▶ Assigned task
Please write out the final portion of the records below exactly: the line containing "from __future__ import annotations", every line after it, and nothing else.

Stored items
"""Where the archive lives by default (kept apart from the store so that
commands which only need the path import no database or data library)."""

from __future__ import annotations

import os

__all__ = ["DEFAULT_ARCHIVE", "default_archive_path"]

DEFAULT_ARCHIVE = "archive/warmstart.duckdb"


def default_archive_path() -> str:
    """``$WARMSTART_ARCHIVE`` when set, else ``./archive/warmstart.duckdb``."""
    return os.environ.get("WARMSTART_ARCHIVE") or DEFAULT_ARCHIVE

▶ Result of the task
from __future__ import annotations

import os

__all__ = ["DEFAULT_ARCHIVE", "default_archive_path"]

DEFAULT_ARCHIVE = "archive/warmstart.duckdb"


def default_archive_path() -> str:
    """``$WARMSTART_ARCHIVE`` when set, else ``./archive/warmstart.duckdb``."""
    return os.environ.get("WARMSTART_ARCHIVE") or DEFAULT_ARCHIVE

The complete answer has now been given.